**YOUR OBJECTIVE**
Reproduce the records below exactly, but only between the lines holding "from that period" and "i_hi = x[S_I]", inclusive.

Stored items:
........
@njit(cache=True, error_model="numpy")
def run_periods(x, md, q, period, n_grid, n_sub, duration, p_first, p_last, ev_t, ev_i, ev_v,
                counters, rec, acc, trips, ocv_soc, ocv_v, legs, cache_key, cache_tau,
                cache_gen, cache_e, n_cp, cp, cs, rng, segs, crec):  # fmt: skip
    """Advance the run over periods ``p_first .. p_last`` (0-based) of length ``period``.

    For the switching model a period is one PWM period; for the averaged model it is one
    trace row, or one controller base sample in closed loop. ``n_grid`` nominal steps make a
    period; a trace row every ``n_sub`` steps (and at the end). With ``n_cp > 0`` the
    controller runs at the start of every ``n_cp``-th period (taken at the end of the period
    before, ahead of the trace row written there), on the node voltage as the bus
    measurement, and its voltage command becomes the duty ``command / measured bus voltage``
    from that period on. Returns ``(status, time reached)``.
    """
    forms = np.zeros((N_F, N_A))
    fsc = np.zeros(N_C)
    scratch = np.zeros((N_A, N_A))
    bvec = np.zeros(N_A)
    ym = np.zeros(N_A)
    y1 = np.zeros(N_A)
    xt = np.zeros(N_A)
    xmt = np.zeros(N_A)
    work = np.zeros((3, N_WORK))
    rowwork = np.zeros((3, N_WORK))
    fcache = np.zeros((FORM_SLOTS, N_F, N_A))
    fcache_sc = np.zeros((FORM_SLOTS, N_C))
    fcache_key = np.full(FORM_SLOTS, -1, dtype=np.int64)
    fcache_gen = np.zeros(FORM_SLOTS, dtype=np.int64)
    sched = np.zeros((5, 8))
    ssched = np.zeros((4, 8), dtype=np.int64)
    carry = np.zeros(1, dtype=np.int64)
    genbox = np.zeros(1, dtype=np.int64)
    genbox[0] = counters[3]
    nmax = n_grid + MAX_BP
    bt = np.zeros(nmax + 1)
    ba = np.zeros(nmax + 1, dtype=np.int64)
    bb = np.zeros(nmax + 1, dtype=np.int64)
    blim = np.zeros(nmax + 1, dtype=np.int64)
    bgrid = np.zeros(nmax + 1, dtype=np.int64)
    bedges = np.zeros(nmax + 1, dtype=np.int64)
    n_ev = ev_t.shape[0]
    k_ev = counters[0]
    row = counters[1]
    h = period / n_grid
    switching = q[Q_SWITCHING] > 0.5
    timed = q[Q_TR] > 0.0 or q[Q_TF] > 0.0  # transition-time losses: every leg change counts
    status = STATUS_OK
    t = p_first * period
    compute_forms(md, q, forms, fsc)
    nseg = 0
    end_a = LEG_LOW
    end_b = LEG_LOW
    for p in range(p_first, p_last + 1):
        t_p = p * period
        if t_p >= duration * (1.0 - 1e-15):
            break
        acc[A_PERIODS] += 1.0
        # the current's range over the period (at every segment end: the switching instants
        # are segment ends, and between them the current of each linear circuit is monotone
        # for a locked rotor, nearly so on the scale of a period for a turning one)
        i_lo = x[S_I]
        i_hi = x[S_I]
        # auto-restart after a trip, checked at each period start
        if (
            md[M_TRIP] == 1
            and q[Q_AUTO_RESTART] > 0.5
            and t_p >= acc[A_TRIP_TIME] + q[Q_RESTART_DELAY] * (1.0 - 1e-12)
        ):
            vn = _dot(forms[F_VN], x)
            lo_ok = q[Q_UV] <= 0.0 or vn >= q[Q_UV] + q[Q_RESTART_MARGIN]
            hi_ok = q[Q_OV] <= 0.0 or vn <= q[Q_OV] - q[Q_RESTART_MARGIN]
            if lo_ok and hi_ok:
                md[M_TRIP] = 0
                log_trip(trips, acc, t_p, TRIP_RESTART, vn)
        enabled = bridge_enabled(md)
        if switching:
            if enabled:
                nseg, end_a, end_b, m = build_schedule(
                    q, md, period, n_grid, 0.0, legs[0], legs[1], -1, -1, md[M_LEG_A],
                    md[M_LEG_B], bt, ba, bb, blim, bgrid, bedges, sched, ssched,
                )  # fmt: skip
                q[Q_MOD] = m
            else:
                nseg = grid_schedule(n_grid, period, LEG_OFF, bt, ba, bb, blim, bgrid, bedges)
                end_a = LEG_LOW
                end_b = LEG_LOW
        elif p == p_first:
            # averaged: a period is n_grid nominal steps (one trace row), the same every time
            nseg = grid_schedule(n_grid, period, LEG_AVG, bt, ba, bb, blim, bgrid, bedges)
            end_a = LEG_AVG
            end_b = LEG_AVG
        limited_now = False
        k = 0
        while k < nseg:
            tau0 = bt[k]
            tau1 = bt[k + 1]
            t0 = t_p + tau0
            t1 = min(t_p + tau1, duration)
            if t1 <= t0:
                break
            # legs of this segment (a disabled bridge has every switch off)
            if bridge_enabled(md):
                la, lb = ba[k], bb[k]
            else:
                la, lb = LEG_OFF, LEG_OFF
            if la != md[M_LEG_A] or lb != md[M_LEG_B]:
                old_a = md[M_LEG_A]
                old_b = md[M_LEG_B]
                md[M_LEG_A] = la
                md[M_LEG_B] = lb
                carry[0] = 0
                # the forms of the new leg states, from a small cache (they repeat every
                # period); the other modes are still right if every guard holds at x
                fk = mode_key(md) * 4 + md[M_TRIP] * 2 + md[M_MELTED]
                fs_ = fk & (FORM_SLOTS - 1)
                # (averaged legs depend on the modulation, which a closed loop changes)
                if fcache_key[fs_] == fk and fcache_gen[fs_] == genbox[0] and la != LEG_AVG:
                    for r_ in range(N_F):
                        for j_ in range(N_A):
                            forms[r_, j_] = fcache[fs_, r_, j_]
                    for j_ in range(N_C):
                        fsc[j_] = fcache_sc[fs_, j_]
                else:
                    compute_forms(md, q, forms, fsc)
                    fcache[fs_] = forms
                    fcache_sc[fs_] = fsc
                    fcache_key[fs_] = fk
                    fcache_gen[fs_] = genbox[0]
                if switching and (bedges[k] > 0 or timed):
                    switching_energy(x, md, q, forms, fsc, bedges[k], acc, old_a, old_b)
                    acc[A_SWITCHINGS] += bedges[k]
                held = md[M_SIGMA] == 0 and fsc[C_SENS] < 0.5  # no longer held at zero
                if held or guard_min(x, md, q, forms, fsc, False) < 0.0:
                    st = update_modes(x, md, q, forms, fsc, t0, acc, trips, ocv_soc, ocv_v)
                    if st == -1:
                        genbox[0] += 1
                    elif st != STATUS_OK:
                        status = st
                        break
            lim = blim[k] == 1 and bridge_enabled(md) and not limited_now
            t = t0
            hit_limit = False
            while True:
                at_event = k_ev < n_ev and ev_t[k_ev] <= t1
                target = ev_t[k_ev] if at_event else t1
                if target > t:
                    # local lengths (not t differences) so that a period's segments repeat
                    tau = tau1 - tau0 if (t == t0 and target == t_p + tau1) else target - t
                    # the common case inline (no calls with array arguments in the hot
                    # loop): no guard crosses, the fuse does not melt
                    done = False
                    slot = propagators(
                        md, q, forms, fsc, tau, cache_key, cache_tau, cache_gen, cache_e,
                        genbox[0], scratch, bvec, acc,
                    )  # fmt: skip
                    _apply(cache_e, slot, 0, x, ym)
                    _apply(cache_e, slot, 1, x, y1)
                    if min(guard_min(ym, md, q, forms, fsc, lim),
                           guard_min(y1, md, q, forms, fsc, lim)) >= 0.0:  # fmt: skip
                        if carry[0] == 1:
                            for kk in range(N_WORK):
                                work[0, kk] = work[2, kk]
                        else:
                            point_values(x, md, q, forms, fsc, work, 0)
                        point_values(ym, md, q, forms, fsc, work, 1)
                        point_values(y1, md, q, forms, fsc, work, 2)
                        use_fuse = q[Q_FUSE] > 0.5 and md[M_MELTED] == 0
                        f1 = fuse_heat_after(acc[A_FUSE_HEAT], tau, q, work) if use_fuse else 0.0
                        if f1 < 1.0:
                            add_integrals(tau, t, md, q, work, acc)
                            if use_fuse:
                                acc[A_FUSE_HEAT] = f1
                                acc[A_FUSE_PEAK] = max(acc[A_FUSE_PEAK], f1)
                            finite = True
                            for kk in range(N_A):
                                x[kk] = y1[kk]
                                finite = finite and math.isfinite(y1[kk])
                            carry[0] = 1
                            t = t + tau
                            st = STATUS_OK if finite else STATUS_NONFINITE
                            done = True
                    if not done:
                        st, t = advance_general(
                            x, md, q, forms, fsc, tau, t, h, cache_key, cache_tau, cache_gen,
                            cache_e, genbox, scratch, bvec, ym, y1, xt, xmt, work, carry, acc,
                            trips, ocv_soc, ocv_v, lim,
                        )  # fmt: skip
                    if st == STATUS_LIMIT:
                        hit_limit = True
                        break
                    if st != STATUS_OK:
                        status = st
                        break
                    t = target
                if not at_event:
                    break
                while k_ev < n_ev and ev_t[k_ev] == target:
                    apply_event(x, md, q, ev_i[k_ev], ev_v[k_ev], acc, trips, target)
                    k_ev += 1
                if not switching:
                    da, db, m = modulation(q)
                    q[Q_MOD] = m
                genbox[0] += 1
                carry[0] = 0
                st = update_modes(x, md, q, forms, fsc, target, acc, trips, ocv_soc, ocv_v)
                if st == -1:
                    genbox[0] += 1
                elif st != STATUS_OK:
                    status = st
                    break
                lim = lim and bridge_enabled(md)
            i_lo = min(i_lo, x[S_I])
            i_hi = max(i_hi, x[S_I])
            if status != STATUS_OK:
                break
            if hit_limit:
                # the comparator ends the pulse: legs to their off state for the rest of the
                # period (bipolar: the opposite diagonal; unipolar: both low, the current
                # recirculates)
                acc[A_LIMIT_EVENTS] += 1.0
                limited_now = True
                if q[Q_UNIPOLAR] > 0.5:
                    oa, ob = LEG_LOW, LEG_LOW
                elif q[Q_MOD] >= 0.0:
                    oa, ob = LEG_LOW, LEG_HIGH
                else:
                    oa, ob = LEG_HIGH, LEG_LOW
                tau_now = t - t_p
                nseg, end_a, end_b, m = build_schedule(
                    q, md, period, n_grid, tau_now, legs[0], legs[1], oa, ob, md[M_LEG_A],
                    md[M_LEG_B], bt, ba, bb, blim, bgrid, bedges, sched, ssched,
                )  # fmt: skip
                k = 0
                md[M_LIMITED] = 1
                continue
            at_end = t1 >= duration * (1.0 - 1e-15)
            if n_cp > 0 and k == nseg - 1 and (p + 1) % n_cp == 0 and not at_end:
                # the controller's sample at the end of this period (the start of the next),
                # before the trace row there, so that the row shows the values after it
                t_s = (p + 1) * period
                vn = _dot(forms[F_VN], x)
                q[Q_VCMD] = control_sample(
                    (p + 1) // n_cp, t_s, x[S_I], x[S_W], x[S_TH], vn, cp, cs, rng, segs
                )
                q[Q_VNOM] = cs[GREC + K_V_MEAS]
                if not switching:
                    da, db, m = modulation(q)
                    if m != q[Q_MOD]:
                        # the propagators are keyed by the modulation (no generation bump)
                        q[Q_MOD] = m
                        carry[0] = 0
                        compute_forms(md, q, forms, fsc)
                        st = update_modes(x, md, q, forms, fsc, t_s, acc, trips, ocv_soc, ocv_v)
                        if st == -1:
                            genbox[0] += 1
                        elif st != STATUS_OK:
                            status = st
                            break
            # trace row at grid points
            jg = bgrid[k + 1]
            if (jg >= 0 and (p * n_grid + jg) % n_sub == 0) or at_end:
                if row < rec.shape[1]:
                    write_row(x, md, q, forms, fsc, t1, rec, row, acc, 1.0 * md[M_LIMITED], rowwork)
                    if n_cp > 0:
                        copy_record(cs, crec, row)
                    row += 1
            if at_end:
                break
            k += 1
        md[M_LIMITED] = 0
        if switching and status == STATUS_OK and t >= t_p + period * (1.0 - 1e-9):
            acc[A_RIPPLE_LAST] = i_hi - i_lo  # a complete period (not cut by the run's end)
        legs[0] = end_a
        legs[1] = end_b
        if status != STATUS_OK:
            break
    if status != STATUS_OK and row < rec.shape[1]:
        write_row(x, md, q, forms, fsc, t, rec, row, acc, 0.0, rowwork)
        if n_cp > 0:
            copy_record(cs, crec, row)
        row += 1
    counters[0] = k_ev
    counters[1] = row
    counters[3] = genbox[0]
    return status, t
........
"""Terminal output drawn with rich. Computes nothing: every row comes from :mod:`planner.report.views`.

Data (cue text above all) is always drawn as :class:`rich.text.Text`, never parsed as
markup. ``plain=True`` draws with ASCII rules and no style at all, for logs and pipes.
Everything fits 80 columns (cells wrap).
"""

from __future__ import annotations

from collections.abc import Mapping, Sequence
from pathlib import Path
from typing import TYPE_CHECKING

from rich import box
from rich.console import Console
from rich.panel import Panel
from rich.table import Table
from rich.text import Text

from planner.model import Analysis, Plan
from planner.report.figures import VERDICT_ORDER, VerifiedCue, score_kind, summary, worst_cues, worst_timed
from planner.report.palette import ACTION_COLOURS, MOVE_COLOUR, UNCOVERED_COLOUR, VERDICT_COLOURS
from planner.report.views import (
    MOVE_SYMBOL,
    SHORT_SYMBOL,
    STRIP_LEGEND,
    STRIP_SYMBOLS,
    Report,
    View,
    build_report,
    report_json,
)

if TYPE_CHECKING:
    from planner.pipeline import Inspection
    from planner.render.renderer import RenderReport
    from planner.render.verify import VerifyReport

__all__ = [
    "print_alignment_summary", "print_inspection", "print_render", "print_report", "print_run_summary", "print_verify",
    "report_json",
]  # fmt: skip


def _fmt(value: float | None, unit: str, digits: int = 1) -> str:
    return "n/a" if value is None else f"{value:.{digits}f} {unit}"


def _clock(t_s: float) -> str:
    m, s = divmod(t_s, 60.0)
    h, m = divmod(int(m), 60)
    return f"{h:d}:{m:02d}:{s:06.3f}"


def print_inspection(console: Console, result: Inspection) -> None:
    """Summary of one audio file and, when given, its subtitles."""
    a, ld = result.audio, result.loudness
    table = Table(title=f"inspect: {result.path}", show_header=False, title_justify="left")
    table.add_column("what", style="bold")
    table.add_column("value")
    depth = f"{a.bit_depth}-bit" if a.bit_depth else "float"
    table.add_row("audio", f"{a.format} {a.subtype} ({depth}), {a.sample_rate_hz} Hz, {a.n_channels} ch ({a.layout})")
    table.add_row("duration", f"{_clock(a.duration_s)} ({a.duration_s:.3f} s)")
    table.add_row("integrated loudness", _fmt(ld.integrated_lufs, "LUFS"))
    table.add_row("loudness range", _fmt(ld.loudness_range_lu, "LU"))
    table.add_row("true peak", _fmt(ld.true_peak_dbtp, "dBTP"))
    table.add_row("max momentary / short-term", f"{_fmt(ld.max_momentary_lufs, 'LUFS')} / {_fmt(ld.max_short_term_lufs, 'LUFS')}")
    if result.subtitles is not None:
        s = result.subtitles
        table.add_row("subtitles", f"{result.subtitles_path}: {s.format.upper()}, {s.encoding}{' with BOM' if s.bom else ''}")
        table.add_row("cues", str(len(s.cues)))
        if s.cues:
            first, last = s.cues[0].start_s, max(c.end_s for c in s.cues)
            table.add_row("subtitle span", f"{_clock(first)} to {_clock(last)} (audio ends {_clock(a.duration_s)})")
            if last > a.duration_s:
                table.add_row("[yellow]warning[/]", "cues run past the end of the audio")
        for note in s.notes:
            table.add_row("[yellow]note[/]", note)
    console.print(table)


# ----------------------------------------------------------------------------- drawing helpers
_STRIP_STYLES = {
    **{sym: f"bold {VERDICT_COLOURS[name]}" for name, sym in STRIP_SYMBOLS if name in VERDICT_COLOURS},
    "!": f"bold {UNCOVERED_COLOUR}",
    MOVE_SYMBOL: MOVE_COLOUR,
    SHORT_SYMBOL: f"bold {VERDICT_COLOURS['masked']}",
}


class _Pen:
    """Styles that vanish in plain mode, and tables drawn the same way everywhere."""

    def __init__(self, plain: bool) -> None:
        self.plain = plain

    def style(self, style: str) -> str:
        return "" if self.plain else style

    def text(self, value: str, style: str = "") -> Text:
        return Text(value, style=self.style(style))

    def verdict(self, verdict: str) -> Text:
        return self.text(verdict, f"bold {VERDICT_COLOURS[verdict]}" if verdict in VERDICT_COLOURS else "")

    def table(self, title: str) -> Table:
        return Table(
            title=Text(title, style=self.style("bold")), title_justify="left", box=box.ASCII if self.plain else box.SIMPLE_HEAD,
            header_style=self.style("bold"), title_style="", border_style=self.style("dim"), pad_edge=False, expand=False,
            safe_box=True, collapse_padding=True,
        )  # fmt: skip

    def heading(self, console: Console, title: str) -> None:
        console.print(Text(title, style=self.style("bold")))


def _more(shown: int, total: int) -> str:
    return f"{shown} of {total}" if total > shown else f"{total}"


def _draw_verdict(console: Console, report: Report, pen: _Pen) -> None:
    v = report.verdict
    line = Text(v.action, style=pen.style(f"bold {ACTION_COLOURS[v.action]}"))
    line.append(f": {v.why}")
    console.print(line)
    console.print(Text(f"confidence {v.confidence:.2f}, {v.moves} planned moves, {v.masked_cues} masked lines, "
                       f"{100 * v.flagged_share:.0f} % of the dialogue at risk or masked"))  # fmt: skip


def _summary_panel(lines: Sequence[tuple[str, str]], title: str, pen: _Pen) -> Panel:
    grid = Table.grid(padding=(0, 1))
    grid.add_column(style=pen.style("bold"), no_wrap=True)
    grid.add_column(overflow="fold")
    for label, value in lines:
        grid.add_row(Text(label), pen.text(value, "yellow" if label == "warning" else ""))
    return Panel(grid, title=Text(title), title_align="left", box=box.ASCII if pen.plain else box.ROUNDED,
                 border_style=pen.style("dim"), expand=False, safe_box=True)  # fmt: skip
........
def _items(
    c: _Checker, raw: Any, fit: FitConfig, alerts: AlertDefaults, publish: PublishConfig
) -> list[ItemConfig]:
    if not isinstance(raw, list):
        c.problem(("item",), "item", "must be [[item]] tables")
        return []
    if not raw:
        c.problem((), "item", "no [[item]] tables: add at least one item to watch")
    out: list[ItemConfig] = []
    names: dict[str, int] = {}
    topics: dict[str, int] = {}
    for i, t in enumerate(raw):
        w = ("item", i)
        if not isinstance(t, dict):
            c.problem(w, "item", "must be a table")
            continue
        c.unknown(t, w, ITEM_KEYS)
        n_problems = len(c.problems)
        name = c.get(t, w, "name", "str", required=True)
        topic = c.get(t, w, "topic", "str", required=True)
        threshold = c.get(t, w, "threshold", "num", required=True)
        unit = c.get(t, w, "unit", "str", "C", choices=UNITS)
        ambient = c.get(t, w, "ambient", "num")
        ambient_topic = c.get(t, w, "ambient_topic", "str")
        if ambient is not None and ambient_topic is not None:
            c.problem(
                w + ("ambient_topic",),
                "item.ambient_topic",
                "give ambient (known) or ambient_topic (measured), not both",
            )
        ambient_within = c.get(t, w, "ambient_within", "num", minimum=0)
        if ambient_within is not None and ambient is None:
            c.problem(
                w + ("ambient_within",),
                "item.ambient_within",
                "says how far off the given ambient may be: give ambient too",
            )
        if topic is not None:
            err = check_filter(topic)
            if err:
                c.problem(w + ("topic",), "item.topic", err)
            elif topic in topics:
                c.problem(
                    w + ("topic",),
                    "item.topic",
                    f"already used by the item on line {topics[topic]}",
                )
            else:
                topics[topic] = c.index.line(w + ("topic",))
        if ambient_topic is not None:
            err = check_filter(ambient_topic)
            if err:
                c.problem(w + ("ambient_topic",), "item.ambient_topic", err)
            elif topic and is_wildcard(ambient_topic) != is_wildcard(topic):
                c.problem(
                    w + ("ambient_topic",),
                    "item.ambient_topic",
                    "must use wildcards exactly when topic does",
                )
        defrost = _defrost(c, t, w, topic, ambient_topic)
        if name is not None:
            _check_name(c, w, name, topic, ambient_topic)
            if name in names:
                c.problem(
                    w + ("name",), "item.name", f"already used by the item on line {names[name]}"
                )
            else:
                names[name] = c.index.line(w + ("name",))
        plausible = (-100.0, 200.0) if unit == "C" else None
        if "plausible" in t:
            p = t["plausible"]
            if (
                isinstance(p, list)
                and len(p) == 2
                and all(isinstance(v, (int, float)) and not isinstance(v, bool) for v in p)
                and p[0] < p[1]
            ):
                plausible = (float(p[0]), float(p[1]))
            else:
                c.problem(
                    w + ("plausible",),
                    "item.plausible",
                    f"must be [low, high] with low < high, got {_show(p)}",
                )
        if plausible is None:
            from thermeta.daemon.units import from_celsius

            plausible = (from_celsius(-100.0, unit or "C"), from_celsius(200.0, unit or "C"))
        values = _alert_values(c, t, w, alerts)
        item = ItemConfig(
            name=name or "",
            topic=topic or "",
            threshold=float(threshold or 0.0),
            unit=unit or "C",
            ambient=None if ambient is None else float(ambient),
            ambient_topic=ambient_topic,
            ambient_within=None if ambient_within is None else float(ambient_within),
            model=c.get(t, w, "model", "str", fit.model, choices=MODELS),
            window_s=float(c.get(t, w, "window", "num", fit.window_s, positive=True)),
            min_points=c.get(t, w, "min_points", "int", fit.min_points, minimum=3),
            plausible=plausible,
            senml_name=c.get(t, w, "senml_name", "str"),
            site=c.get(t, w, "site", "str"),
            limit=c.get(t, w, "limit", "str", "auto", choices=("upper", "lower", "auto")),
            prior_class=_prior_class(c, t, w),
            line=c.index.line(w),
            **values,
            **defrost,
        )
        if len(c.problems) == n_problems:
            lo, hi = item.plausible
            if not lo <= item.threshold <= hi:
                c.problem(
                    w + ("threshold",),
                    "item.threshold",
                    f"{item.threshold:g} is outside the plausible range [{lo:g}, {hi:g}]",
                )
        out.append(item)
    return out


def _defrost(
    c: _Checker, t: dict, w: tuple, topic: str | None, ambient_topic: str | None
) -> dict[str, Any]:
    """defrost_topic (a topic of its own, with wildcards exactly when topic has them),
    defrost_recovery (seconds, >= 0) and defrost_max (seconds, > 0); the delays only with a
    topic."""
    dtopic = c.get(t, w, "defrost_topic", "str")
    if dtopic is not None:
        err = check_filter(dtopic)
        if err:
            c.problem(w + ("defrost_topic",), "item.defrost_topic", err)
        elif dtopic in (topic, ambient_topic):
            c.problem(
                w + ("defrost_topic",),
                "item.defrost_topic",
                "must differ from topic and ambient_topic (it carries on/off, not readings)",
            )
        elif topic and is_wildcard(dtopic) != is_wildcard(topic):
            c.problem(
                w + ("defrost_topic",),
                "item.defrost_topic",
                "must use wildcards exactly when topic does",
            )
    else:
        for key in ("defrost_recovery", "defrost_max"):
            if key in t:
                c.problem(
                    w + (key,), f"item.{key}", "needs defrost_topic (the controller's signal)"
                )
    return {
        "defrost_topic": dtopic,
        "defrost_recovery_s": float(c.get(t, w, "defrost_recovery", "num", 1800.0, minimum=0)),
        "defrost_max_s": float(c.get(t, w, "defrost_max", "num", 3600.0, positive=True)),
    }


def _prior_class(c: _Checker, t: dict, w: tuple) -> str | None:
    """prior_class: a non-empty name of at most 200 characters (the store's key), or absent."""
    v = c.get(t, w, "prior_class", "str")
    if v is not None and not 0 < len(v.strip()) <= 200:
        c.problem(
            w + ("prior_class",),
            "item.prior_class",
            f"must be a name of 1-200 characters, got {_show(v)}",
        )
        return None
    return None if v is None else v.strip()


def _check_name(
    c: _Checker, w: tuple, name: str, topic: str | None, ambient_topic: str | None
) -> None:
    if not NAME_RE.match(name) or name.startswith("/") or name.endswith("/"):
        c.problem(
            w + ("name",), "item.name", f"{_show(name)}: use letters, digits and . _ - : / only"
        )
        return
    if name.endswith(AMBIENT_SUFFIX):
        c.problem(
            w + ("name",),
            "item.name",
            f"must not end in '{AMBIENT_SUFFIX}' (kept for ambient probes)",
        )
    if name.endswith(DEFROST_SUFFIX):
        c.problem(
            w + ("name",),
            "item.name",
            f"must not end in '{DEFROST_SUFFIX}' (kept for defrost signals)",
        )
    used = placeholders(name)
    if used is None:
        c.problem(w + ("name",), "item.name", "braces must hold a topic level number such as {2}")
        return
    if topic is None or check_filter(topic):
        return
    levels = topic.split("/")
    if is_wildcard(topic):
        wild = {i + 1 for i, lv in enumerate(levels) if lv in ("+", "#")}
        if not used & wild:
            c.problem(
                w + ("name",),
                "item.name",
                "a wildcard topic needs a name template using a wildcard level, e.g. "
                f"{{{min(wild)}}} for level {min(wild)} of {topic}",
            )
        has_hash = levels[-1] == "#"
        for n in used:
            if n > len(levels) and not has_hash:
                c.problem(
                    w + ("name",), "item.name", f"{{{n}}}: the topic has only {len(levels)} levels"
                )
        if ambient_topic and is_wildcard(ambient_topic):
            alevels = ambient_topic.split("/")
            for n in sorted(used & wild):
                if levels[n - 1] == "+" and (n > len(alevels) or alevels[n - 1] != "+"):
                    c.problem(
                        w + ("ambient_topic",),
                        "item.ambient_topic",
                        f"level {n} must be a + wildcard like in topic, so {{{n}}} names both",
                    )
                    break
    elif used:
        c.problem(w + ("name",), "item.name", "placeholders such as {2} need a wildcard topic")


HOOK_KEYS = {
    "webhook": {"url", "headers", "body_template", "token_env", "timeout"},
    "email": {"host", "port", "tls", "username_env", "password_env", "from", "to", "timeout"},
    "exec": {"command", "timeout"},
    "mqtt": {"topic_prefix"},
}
........
**EXPECTED ANSWER**
    from that period on. Returns ``(status, time reached)``.
    """
    forms = np.zeros((N_F, N_A))
    fsc = np.zeros(N_C)
    scratch = np.zeros((N_A, N_A))
    bvec = np.zeros(N_A)
    ym = np.zeros(N_A)
    y1 = np.zeros(N_A)
    xt = np.zeros(N_A)
    xmt = np.zeros(N_A)
    work = np.zeros((3, N_WORK))
    rowwork = np.zeros((3, N_WORK))
    fcache = np.zeros((FORM_SLOTS, N_F, N_A))
    fcache_sc = np.zeros((FORM_SLOTS, N_C))
    fcache_key = np.full(FORM_SLOTS, -1, dtype=np.int64)
    fcache_gen = np.zeros(FORM_SLOTS, dtype=np.int64)
    sched = np.zeros((5, 8))
    ssched = np.zeros((4, 8), dtype=np.int64)
    carry = np.zeros(1, dtype=np.int64)
    genbox = np.zeros(1, dtype=np.int64)
    genbox[0] = counters[3]
    nmax = n_grid + MAX_BP
    bt = np.zeros(nmax + 1)
    ba = np.zeros(nmax + 1, dtype=np.int64)
    bb = np.zeros(nmax + 1, dtype=np.int64)
    blim = np.zeros(nmax + 1, dtype=np.int64)
    bgrid = np.zeros(nmax + 1, dtype=np.int64)
    bedges = np.zeros(nmax + 1, dtype=np.int64)
    n_ev = ev_t.shape[0]
    k_ev = counters[0]
    row = counters[1]
    h = period / n_grid
    switching = q[Q_SWITCHING] > 0.5
    timed = q[Q_TR] > 0.0 or q[Q_TF] > 0.0  # transition-time losses: every leg change counts
    status = STATUS_OK
    t = p_first * period
    compute_forms(md, q, forms, fsc)
    nseg = 0
    end_a = LEG_LOW
    end_b = LEG_LOW
    for p in range(p_first, p_last + 1):
        t_p = p * period
        if t_p >= duration * (1.0 - 1e-15):
            break
        acc[A_PERIODS] += 1.0
        # the current's range over the period (at every segment end: the switching instants
        # are segment ends, and between them the current of each linear circuit is monotone
        # for a locked rotor, nearly so on the scale of a period for a turning one)
        i_lo = x[S_I]
        i_hi = x[S_I]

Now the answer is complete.